Spanish banks double rates on fixed-rate mortgages

by Lorraine Williamson
fixed-rate mortgages

The rise of the Euribor since the beginning of the year has reversed the mortgage strategy of Spanish banks, which have been gradually increasing the price of fixed-rate mortgages for months to encourage consumers to switch to variable-rate mortgages. 

In this way the banks are profiting from the rise in the main reference rate for mortgages. The banks’ fixed rate offers were the cheapest in December. More than 62% of new mortgages taken out in December were fixed-rate. This was due, on the one hand, to the impetus given by the high customer demand for this product. And, on the other hand, to the low profitability of variable interest rates. The Euribor reached one of its lowest levels and was even negative at -0.501%.  

Complete reversal 

However, barely six months later, the situation has turned 180 degrees. Now, four Spanish banks (BBVA, Bankinter, Ibercaja and MyInvestor) have almost doubled the prices in the fixed segment. Mortgages with a fixed interest rate of 1%, prices that were still being offered at the end of 2021 and even at the beginning of 2022, are now over.  

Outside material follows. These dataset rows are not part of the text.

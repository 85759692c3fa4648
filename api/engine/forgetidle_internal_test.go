package engine

import (
	"encoding/json"
	"fmt"
	"slices"
	"sync/atomic"
	"testing"
	"time"

	"github.com/deadspace-fhir/deadspace/api/engine/enginetest"
	"github.com/deadspace-fhir/deadspace/api/store"
	"github.com/deadspace-fhir/deadspace/api/store/boltstore"
	"github.com/deadspace-fhir/deadspace/derive"
	"github.com/deadspace-fhir/deadspace/fhir/decode"
)

// TestForgetIdleDropsOnlyWork: a patient not evaluated since the horizon
// is forgotten (its detector states, its falls' series, that it was
// evaluated here), one evaluated since is not; and an engine that forgot
// a patient between two changes records the same ledger as one that did
// not, the forgetting engine evaluating the second change whole.
func TestForgetIdleDropsOnlyWork(t *testing.T) {
	t.Parallel()
	base := time.Now().UTC().Truncate(time.Minute)
	var clock atomic.Int64
	clock.Store(base.UnixNano())
	now := func() time.Time { return time.Unix(0, clock.Load()).UTC() }
	newEngine := func() (*Engine, store.Store) {
		st := enginetest.OpenStore(t, boltstore.Options{NoSync: true})
		e, err := New(Config{Store: st, Decoder: decode.New(decode.Options{}), Encoder: enginetest.Encoder(t), Derive: derive.DefaultConfig(), Now: now})
		if err != nil {
			t.Fatal(err)
		}
		return e, st
	}
	const subject = "Patient/fi-0"
	obs := func(id, code, unit string, v float64, at time.Time) json.RawMessage {
		return benchReadingOf(subject, id, code, unit, v, at)
	}
	first := []json.RawMessage{json.RawMessage(`{"resourceType":"Patient","id":"fi-0","meta":{"versionId":"1","lastUpdated":"2026-01-01T00:00:00Z"},"gender":"male","birthDate":"1961-01-01"}`),
		obs("ht", "8302-2", "cm", 180, base.Add(-3*time.Hour))}
	for m := 60; m > 0; m-- {
		at := base.Add(-time.Duration(m) * time.Minute)
		// A fall over the last 20 minutes, so the ledger holds a fall too.
		et := 38.0
		if m <= 20 {
			et = 24
		}
		first = append(first, obs(fmt.Sprintf("et-%d", m), "19891-1", "mm[Hg]", et, at), obs(fmt.Sprintf("vt-%d", m), "76222-9", "mL", 500, at),
			obs(fmt.Sprintf("rr-%d", m), "9279-1", "/min", 16, at), obs(fmt.Sprintf("vco2-%d", m), "60825-7", "mL/min", 200, at))
	}
	first = append(first, obs("gas-1", "2019-8", "mm[Hg]", 45, base.Add(-40*time.Minute)))
	second := []json.RawMessage{obs("et-new", "19891-1", "mm[Hg]", 23, base), obs("gas-2", "2019-8", "mm[Hg]", 47, base.Add(-10*time.Minute))}

	run := func(forget bool) []store.Entry {
		e, st := newEngine()
		d := ingestOneMark(t, e, st, first...)
		if err := e.evaluatePatient(t.Context(), d); err != nil {
			t.Fatal(err)
		}
		if _, ok := e.fallStates.Load(subject); !ok {
			t.Fatal("no detector states kept after the first evaluation")
		}
		clock.Add(int64(time.Hour))
		if n := e.forgetIdle(now().Add(-2 * time.Hour)); n != 0 {
			t.Errorf("forgot %d patients evaluated after the horizon", n)
		}
		if forget {
			if n := e.forgetIdle(now()); n != 1 {
				t.Errorf("forgot %d patients, want 1", n)
			}
			for name, m := range map[string]interface{ Load(any) (any, bool) }{"evaluated here": &e.evaluatedHere, "detector states": &e.fallStates, "falls' series": &e.fallSeries} {
				if _, ok := m.Load(subject); ok {
					t.Errorf("%s still held after forgetting", name)
				}
			}
		}
		d = ingestOneMark(t, e, st, second...)
		if err := e.evaluatePatient(t.Context(), d); err != nil {
			t.Fatal(err)
		}
		ledger, err := st.Ledger(t.Context(), subject)
		if err != nil {
			t.Fatal(err)
		}
		return ledger
	}
	kept, forgot := run(false), run(true)
	key := func(en store.Entry) string { return en.Series + " " + en.Key + " " + en.Status }
	keys := func(l []store.Entry) []string {
		out := make([]string, len(l))
		for i, en := range l {
			out[i] = key(en)
		}
		slices.Sort(out)
		return out
	}
	if len(kept) == 0 || !slices.Equal(keys(kept), keys(forgot)) {
		t.Errorf("ledger with the patient kept:\n%v\nforgotten:\n%v", keys(kept), keys(forgot))
	}
	falls := 0
	for _, en := range kept {
		if isFall(en) {
			falls++
		}
	}
	if falls == 0 {
		t.Errorf("no fall in the ledger (%d entries): the case does not cover the falls' series", len(kept))
	}
}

ASSSA - health insurance in Spain

Rates almost double now

In recent years BBVA was one of the first banks to get ahead of the price declines of fixed rate mortgages. An incentive for many other banks to follow suit. BBVA closed the year with an annual percentage rate (APR) of 1.71% for these real estate loans. This is now almost double at 2.81%. Ibercaja has one of the most aggressive mortgages on the market. And last year lowered the fixed interest rate to 1.5%. Meanwhile, the annual rate is already 2.95%.

The same situation occurred with MyInvestor, the digital bank of AndBank, which at the end of 2021 was one of the institutions with the best offer in the fixed rate segment, with a rate of 1.49%. Now, six months later, the annual rate stands at 2.8%. Bankinter no longer offers this product at 1.95%, but charges 3.52%. The rates mentioned are calculated including the ‘bonuses’, i.e. they are the lowest rates the customer gets in return for being tied to the bank by taking out other products, such as the payment of salary or taking out an insurance.